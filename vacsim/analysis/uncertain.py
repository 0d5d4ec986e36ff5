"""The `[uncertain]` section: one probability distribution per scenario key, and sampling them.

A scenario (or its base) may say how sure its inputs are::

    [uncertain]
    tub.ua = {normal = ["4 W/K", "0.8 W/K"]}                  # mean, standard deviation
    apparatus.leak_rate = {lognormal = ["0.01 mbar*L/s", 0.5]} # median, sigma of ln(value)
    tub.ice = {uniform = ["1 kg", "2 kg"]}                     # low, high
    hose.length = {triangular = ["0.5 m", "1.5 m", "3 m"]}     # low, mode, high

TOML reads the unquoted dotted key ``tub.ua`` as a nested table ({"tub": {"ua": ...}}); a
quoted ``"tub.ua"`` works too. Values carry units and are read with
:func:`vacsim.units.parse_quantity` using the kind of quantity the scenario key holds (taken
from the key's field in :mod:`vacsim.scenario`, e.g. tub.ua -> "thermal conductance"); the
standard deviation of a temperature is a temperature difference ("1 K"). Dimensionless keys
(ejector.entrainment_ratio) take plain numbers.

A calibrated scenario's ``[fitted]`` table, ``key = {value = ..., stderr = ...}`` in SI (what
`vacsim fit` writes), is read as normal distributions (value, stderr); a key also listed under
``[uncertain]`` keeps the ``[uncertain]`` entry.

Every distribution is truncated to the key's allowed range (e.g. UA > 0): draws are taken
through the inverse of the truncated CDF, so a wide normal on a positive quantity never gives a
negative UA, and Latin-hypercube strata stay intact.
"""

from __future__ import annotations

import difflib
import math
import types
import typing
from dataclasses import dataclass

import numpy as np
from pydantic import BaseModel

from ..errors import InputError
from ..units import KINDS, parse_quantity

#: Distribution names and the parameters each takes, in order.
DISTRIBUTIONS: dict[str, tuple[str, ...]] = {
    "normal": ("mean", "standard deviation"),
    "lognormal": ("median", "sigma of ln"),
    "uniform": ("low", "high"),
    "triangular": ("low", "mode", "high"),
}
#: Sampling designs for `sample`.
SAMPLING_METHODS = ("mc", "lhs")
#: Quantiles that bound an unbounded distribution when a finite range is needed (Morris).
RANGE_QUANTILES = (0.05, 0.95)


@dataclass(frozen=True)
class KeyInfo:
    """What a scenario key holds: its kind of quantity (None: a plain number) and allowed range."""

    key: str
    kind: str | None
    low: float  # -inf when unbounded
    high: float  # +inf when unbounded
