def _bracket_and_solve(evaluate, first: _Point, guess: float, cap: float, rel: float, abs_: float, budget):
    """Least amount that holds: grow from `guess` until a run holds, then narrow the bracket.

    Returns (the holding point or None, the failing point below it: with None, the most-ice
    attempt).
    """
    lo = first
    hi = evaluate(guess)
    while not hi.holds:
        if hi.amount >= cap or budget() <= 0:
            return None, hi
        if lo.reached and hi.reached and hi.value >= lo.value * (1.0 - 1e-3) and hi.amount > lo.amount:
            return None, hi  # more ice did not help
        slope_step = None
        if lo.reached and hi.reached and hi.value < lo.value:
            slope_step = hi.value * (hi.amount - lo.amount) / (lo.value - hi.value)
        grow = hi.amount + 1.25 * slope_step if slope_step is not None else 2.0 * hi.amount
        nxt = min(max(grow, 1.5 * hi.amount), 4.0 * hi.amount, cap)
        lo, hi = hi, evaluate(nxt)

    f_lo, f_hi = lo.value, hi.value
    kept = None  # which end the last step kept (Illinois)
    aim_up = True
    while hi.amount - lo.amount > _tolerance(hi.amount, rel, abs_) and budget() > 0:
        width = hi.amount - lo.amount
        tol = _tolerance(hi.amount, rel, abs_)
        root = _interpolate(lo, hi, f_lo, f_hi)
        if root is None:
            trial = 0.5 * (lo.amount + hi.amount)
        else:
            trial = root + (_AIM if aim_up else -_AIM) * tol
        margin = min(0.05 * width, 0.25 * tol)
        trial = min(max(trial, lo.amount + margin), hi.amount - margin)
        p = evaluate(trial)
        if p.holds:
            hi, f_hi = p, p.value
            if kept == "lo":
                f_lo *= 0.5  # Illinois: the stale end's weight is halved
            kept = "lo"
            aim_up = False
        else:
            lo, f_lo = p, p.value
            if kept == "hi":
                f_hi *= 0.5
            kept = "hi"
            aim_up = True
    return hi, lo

★ ★ ★

ABOUT THIS EXERCISE: Search the material above for "mean". Copy each line that has it.

THE COMPLETED TASK:
    tub.ua = {normal = ["4 W/K", "0.8 W/K"]}                  # mean, standard deviation
    "normal": ("mean", "standard deviation"),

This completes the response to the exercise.